Find the number of permutations in $S_n$ containing fixed elements in one cycle

Question

Find the number of permutations in $S_n$ such as 1 and 2 belong to one cycle.

Answer 1

Hint

Let $X \subseteq S_n$ be the set of all permutations having $1$ and $2$ in separate cycles and $Y \subseteq S_n$ the set of all permutations having $1$ and $2$ in the same cycle.

Show that the mapping $f : X \to Y$ which "glues together" the two cycles containing $1$ and $2$ (cycles written down such that they start with $1$ and $2$, resp.) is a bijection.

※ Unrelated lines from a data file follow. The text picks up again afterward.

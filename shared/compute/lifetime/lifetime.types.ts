/** How long buildings or components last. One model, its own parameters; times in years. */
export type Lifetime =
  | FixedLifetime
  | ExponentialLifetime
  | NormalLifetime
  | TruncatedNormalLifetime
  | FoldedNormalLifetime
  | LognormalLifetime
  | WeibullLifetime
  | GammaLifetime
  | LogisticLifetime
  | TruncatedLogisticLifetime
  | LogLogisticLifetime

export type LifetimeModel = Lifetime['model']

/** Everything leaves at the age of exactly `lifetimeYears`. */
export interface FixedLifetime {
  readonly model: 'fixed'
  readonly lifetimeYears: number
}

/** No ageing: the hazard is the same at every age. */
export interface ExponentialLifetime {
  readonly model: 'exponential'
  readonly meanYears: number
}

/** Below age 0 lies the share Φ(−μ/σ); it leaves as soon as the age is above 0. */
export interface NormalLifetime {
  readonly model: 'normal'
  readonly meanYears: number
  readonly sdYears: number
}

/** Mean and sd are those of the normal law before its part below age 0 is cut off. */
export interface TruncatedNormalLifetime {
  readonly model: 'truncatedNormal'
  readonly parentMeanYears: number
  readonly parentSdYears: number
}

/** Mean and sd are those of the normal law before its part below age 0 is folded over. */
export interface FoldedNormalLifetime {
  readonly model: 'foldedNormal'
  readonly parentMeanYears: number
  readonly parentSdYears: number
}

/** Mean and sd of ln(lifetime in years). */
export interface LognormalLifetime {
  readonly model: 'lognormal'
  readonly logMean: number
  readonly logSd: number
}

export interface WeibullLifetime {
  readonly model: 'weibull'
  readonly shape: number
  readonly scaleYears: number
}

export interface GammaLifetime {
  readonly model: 'gamma'
  readonly shape: number
  readonly scaleYears: number
}

/** Below age 0 lies the share 1/(1 + e^(μ/b)); it leaves as soon as the age is above 0. */
export interface LogisticLifetime {
  readonly model: 'logistic'
  readonly locationYears: number
  readonly scaleYears: number
}

/** The logistic law with its part below age 0 cut off; location and scale are those of the whole law. */
export interface TruncatedLogisticLifetime {
  readonly model: 'truncatedLogistic'
  readonly locationYears: number
  readonly scaleYears: number
}

/** Scale is the median; the mean is finite for shape > 1, the sd for shape > 2. */
export interface LogLogisticLifetime {
  readonly model: 'logLogistic'
  readonly shape: number
  readonly scaleYears: number
}

export interface LifetimeMoments {
  readonly meanYears: number
  readonly sdYears: number
  readonly medianYears: number
}

/** A lifetime with its constants worked out once. */
export interface LifetimeLaw {
  /** ln S(a) for a > 0. */
  readonly logSurvival: (ageYears: number) => number
  /** f(a)/S(a) for a ≥ 0 [1/yr]. */
  readonly hazardPerYear: (ageYears: number) => number
  readonly moments: () => LifetimeMoments
}
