import { Router } from 'express'
import { presentOpenApi } from '@/server/presenters/presentOpenApi'
import { mount } from '@/server/routes/mount'
import { VERSION } from '@/server/version'
import { contract } from '@/shared/api/contract'
import { readOpenApi } from '@/shared/api/openapi'

/** The contract, for programs of others. */
export function openapiRoutes(): Router {
  const router = Router()
  const document = presentOpenApi(contract, VERSION)
  mount(router, readOpenApi, async () => document)
  return router
}
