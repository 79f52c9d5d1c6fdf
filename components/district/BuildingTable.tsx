import { csvText } from '@/components/ui/csvText'
import { DataTable } from '@/components/ui/DataTable'
import { useMessages } from '@/components/ui/MessagesProvider'
import { downloadText } from '@/components/ui/web/downloadText'
import type { Material } from '@/shared/compute/factors/vocabulary'
import { formatCount, formatDecimal, formatShare } from '@/shared/format'
import type { RunBuilding } from '@/shared/schemas/run'
import { buildingMassKg } from './buildingMeasure'
import { buildingCsvRows } from './buildingCsvRows'

interface BuildingTableProps {
  readonly buildings: readonly RunBuilding[]
  readonly material: Material | 'all'
  readonly selectedId: string | null
  readonly onSelect: (building: RunBuilding) => void
  readonly fileName: string
}

/** The buildings of a run as a list: the same as on the map, for keyboard and paper. */
export function BuildingTable({ buildings, material, selectedId, onSelect, fileName }: BuildingTableProps) {
  const { t, locale } = useMessages()
  const mass = (building: RunBuilding): number => buildingMassKg(building, material) ?? NaN
  const orNull = (value: number): number | null => (Number.isFinite(value) ? value : null)
  return (
    <DataTable
      label={t('district.buildings')}
      rows={buildings}
      rowKey={({ buildingId }) => buildingId}
      selectedKey={selectedId}
      onPressRow={onSelect}
      rowLabel={({ label }) => t('district.open', { building: label })}
      columns={[
        {
          key: 'label',
          head: t('district.address'),
          cell: ({ label }) => label,
          sortBy: ({ label }) => label,
          weight: 2,
          minWidth: 150,
        },
        {
          key: 'area',
          head: t('district.floorAreaHead'),
          cell: ({ grossFloorAreaM2 }) => formatCount(grossFloorAreaM2, locale),
          sortBy: ({ grossFloorAreaM2 }) => grossFloorAreaM2,
          align: 'right',
        },
        {
          key: 'standing',
          head: t('district.standingHead'),
          cell: (building) => formatDecimal(mass(building) / 1000, locale, 1),
          sortBy: (building) => orNull(mass(building)),
          align: 'right',
        },
        {
          key: 'density',
          head: t('district.densityHead'),
          cell: (building) => formatDecimal(mass(building) / 1000 / building.footprintM2, locale, 2),
          sortBy: (building) => orNull(mass(building) / building.footprintM2),
          align: 'right',
        },
        {
          key: 'ten',
          head: t('district.chanceTenHead'),
          cell: ({ chanceTenYears }) => formatShare(chanceTenYears, locale),
          sortBy: ({ chanceTenYears }) => chanceTenYears,
          align: 'right',
        },
        {
          key: 'thirty',
          head: t('district.chanceThirtyHead'),
          cell: ({ chanceThirtyYears }) => formatShare(chanceThirtyYears, locale),
          sortBy: ({ chanceThirtyYears }) => chanceThirtyYears,
          align: 'right',
        },
        {
          key: 'expected',
          head: t('district.expectedHead'),
          cell: (building) => formatDecimal((mass(building) * building.chanceTenYears) / 1000, locale, 1),
          sortBy: (building) => orNull(mass(building) * building.chanceTenYears),
          align: 'right',
        },
      ]}
      onSaveCsv={() => downloadText(fileName, csvText(buildingCsvRows(buildings)), 'text/csv')}
    />
  )
}
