import { StyleSheet, View } from 'react-native'
import { Choice } from '@/components/ui/Choice'
import { useMessages } from '@/components/ui/MessagesProvider'
import { Select } from '@/components/ui/Select'
import { SPACE } from '@/components/ui/theme/tokens'
import { MATERIALS, type Material } from '@/shared/compute/factors/vocabulary'
import { MEASURES, type Measure } from './buildingMeasure'

/** What is shown of a district, and how. */
export interface DistrictView {
  readonly measure: Measure
  readonly material: Material | 'all'
  readonly shape: 'map' | 'table'
}

interface DistrictControlsProps {
  readonly view: DistrictView
  readonly onChange: (view: DistrictView) => void
}

/** Measure, material, and map or table. */
export function DistrictControls({ view, onChange }: DistrictControlsProps) {
  const { t } = useMessages()
  const isChance = view.measure === 'chanceTenYears' || view.measure === 'chanceThirtyYears'
  return (
    <View style={styles.row}>
      <View style={styles.field}>
        <Select
          label={t('district.measure')}
          options={MEASURES.map((value) => ({ value, label: t(`district.measures.${value}`) }))}
          value={view.measure}
          onChange={(measure) => onChange({ ...view, measure })}
        />
      </View>
      <View style={styles.field}>
        <Select<Material | 'all'>
          label={t('district.material')}
          options={[
            { value: 'all' as const, label: t('district.allMaterials') },
            ...MATERIALS.map((value) => ({ value, label: t(`vocabulary.material.${value}`) })),
          ]}
          value={view.material}
          disabled={isChance}
          onChange={(material) => onChange({ ...view, material })}
        />
      </View>
      <Choice
        label={t('district.view')}
        options={(['map', 'table'] as const).map((value) => ({ value, label: t(`district.${value}`) }))}
        value={view.shape}
        onChange={(shape) => onChange({ ...view, shape })}
      />
    </View>
  )
}

const styles = StyleSheet.create({
  row: { flexDirection: 'row', flexWrap: 'wrap', gap: SPACE.medium, alignItems: 'flex-end' },
  field: { flexGrow: 1, flexBasis: 150, maxWidth: 320 },
})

Example in $S_7$: $$f((1,7,4)(2,6)(3,5)) = (1,7,4,2,6)(3,5).$$

Remark

As pointed out by P.. below, the mapping rule of $f$ can be written as $$ \sigma \mapsto (1,2)\sigma $$

Answer 2

We can also compute this by direct enumeration. Suppose we ask about the probability that a random subset $Q$ containing $m$ elements ends up on the same cycle in a permutation of $n$ elements. If the $m$ elements are on a cycle of length $r\ge m$ then we need to choose the remaining $r-m$ elements and interleave the elements of $Q$ with these extra elements. This gives $$\sum_{r=m}^n {n-m\choose r-m} \frac{r!}{r} (n-r)! = \sum_{r=0}^{n-m} {n-m\choose r} (r+m-1)! (n-m-r)!$$

Observe that when we multiply two exponential generating functions of the sequences $\{a_n\}$ and $\{b_n\}$ we get that $$ A(z) B(z) = \sum_{n\ge 0} a_n \frac{z^n}{n!} \sum_{n\ge 0} b_n \frac{z^n}{n!} = \sum_{n\ge 0} \sum_{k=0}^n \frac{1}{k!}\frac{1}{(n-k)!} a_k b_{n-k} z^n\\ = \sum_{n\ge 0} \sum_{k=0}^n \frac{n!}{k!(n-k)!} a_k b_{n-k} \frac{z^n}{n!} = \sum_{n\ge 0} \left(\sum_{k=0}^n {n\choose k} a_k b_{n-k}\right)\frac{z^n}{n!}$$ i.e. the product of the two generating functions is the generating function of $$\sum_{k=0}^n {n\choose k} a_k b_{n-k}.$$

Now in the present case we clearly have $$A(z) = \sum_{q\ge 0} (q+m-1)! \frac{z^q}{q!} = (m-1)! \sum_{q\ge 0} {q+m-1\choose q} z^q = \frac{(m-1)!}{(1-z)^m}.$$ Furthermore we have $$B(z) = \sum_{q\ge 0} q! \frac{z^q}{q!} = \sum_{q\ge 0} z^q = \frac{1}{1-z}.$$ It follows that the sum is given by $$(n-m)! [z^{n-m}] A(z) B(z) = (n-m)! [z^{n-m}] \frac{(m-1)!}{(1-z)^{m+1}}\\ = (n-m)! (m-1)! {n-m+m\choose n-m} = (m-1)! \frac{n!}{m!} = \frac{n!}{m}.$$ Therefore the desired probability is $$\frac{1}{n!} \frac{n!}{m} = \frac{1}{m}.$$

This can also be done using exponential generating functions as shown at this Wikipedia entry.